Correspondence Analysis - Program Overview
The Correspondence Analysis module is a full-featured implementation of simple and multiple correspondence analysis techniques.
Input data
Statistica accepts, as input data, files with grouping (coding) variables that are to be used to compute the following:
- The crosstabulation table
- Data files that contain frequencies (or some other measure of correspondence, association, similarity, confusion)
- Coding variables that identify (enumerate) the cells in the input table
- Data files with frequencies (or other measure of correspondence) only (ones the user can directly type in and analyze a frequency table)
For multiple correspondence analysis the user can also directly specify a Burt table as input for the analysis.
Descriptive statistics
Statistica computes various tables, including these:
- The table of row percentages
- Column percentages
- Total percentages
- Expected values
- Observed minus expected values
- Standardized deviates
- Contributions to the Chi-square values
All of these statistics can be plotted in 3D bivariate histograms.
Results
Statistica computes the generalized eigenvalues and reports all standard diagnostics, including the singular values, eigenvalues, and proportions of inertia for each dimension.

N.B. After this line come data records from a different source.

// A member's large fold pattern through the whole app: `npm run bench:fold -- [options]` (`--help` lists them).
// Builds once when .output is missing, runs a private copy of it on loopback with a fresh demo database
// (scripts/lib/built-app.ts), signs a new member up and in through the API, creates a job on the demo laser
// with 3 mm birch plywood and uploads a generated fold sheet (scripts/lib/fold-sheet.ts), whose every hinge
// is narrower than the plywood allows by design. Then it measures what the member and the staff wait for:
// upload and analysis, stored bytes, the job list, job detail, preview data routes, the review queue, the
// server-rendered job page, the job page in headless Chromium (preview ready, zoom step, heap, DOM), and
// four members uploading at once while a fifth reads the calendar. Every step has a time limit and reports
// "> N s" or its error instead of hanging; the whole run stops by itself.
import { spawnSync } from 'node:child_process'
import { cpSync, existsSync, mkdtempSync, readdirSync, readFileSync, rmSync, statSync, writeFileSync } from 'node:fs'
import { request as httpRequest } from 'node:http'
import { cpus, loadavg, tmpdir, totalmem } from 'node:os'
import { join } from 'node:path'
import { parseArgs } from 'node:util'
import { brotliDecompressSync, gunzipSync, inflateSync } from 'node:zlib'
import Database from 'better-sqlite3'
import { chromium, type Browser, type Page } from 'playwright-core'
import { type BuiltApp, startBuiltApp } from './lib/built-app'
import { foldSheet } from './lib/fold-sheet'

const PASSWORD = 'kerfbook-demo'
const NEW_MEMBER_PASSWORD = 'fold-bench-password'
const CHROMIUM_PATH = '/usr/bin/chromium'
// As the browser tests run it (tests/browser/browser.ts): no GPU, nothing leaves the machine.
const CHROMIUM_ARGS = ['--headless', '--no-sandbox', '--disable-gpu', '--disable-background-networking', '--disable-component-update', '--disable-sync', '--no-first-run']
const PARTS = ['upload', 'api', 'page', 'browser', 'load'] as const
type Part = (typeof PARTS)[number]

const HELP = `Usage: npm run bench:fold -- [options]

  --units N              units across and down [150]
  --across N, --down N   units across / down separately
  --pitch MM             panel side [20]
  --non-repeating        jitter every unit's dimensions (deterministic; --seed N, default 1)
  --parts LIST           comma-separated, of: ${PARTS.join(', ')} [all]
                         (api, page and browser need the upload and run it themselves)
  --members N            members uploading at once in the load part [4]
  --step-timeout S       limit of one request or step [180]
  --upload-timeout S     limit of one upload with its analysis [900]
  --preview-timeout S    limit for the browser's preview to be ready [300]
  --settle S             how long after the load to read the server's memory again [30]
  --max-minutes M        the whole run stops after this long [90]
  --rebuild              build .output even if it exists
  --save-svg FILE        also write the pattern to FILE
`

interface Options {
  across: number
  down: number
  pitchMm: number
  seed: number | undefined
  parts: Set<Part>
  members: number
  stepMs: number
  uploadMs: number
  previewMs: number
  settleMs: number
  maxMs: number
  rebuild: boolean
  saveSvg: string | undefined
}

function readOptions(argv: string[]): Options {
  const { values } = parseArgs({
    args: argv,
    options: {
      help: { type: 'boolean', short: 'h' },
      units: { type: 'string' },
      across: { type: 'string' },
      down: { type: 'string' },
      pitch: { type: 'string' },
      'non-repeating': { type: 'boolean' },
      seed: { type: 'string' },
      parts: { type: 'string' },
      members: { type: 'string' },
      'step-timeout': { type: 'string' },
      'upload-timeout': { type: 'string' },
      'preview-timeout': { type: 'string' },
      settle: { type: 'string' },
      'max-minutes': { type: 'string' },
      rebuild: { type: 'boolean' },
      'save-svg': { type: 'string' },
    },
  })
  if (values.help) {
    process.stdout.write(HELP)
    process.exit(0)
  }
  const number = (text: string | undefined, fallback: number) => {
    if (text === undefined) return fallback
    const value = Number(text)
    if (!Number.isFinite(value) || value <= 0) throw new Error(`Not a positive number: ${text}`)
    return value
  }
  const units = number(values.units, 150)
  const parts = new Set((values.parts ?? PARTS.join(',')).split(',').map((p) => p.trim()) as Part[])
  for (const part of parts) if (!PARTS.includes(part)) throw new Error(`Unknown part "${part}"; parts are ${PARTS.join(', ')}`)
  if (parts.has('api') || parts.has('page') || parts.has('browser')) parts.add('upload')
  return {
    across: number(values.across, units),
    down: number(values.down, units),
    pitchMm: number(values.pitch, 20),
    seed: values['non-repeating'] || values.seed !== undefined ? number(values.seed, 1) : undefined,
    parts,
    members: number(values.members, 4),
    stepMs: number(values['step-timeout'], 180) * 1000,
    uploadMs: number(values['upload-timeout'], 900) * 1000,
    previewMs: number(values['preview-timeout'], 300) * 1000,
    settleMs: number(values.settle, 30) * 1000,
    maxMs: number(values['max-minutes'], 90) * 60_000,
    rebuild: values.rebuild === true,
    saveSvg: values['save-svg'],
  }
}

You can either manually choose the number of dimensions or specify a cutoff value for the maximum cumulative percent of inertia. Statistica computes the standard coordinate values for column and row points.
You have the following choice:
- Row-profile standardization
- Column-profile standardization
- Row and column profile standardization
- Canonical standardization
For each dimension and row or column point, Statistica computes the inertia, quality, and cosine² values.
In addition, you can display the matrices of the generalized singular vectors; these matrices can be accessed using Statistica Visual Basic, for example, in order to implement a non-standard method of computing the coordinates.
Supplementary points
You can compute coordinate values and related statistics (quality and cosine² values) for supplementary points (row or column), and compare the results with the regular row and column points.
Supplementary points can also be specified for multiple correspondence analysis.
Graphical results
In addition to the 3D bivariate histograms that can be computed for all tables, you can produce a line plot for the eigenvalues, and 1D, 2D, and 3D plots for the row or column points.
Row and column points can also be combined in a single graph, along with any supplementary points (each type of point uses a different color and point marker, so the different types of points can easily be identified in the plots). All points are labeled, and an option is available to truncate the names for the points to a user-specified number of characters.
Alternative procedures
The Basic Statistics module contains numerous options for computing multi-way frequency tables, and measures of association for those tables.
- The Log-Linear Analysis of Frequency Tables module also analyzes multi-way frequency tables, and includes facilities for analyzing relationships between categorical variables.
- For continuous variables, the Multidimensional Scaling and Factor Analysis modules produce results that are similar in nature and interpretation.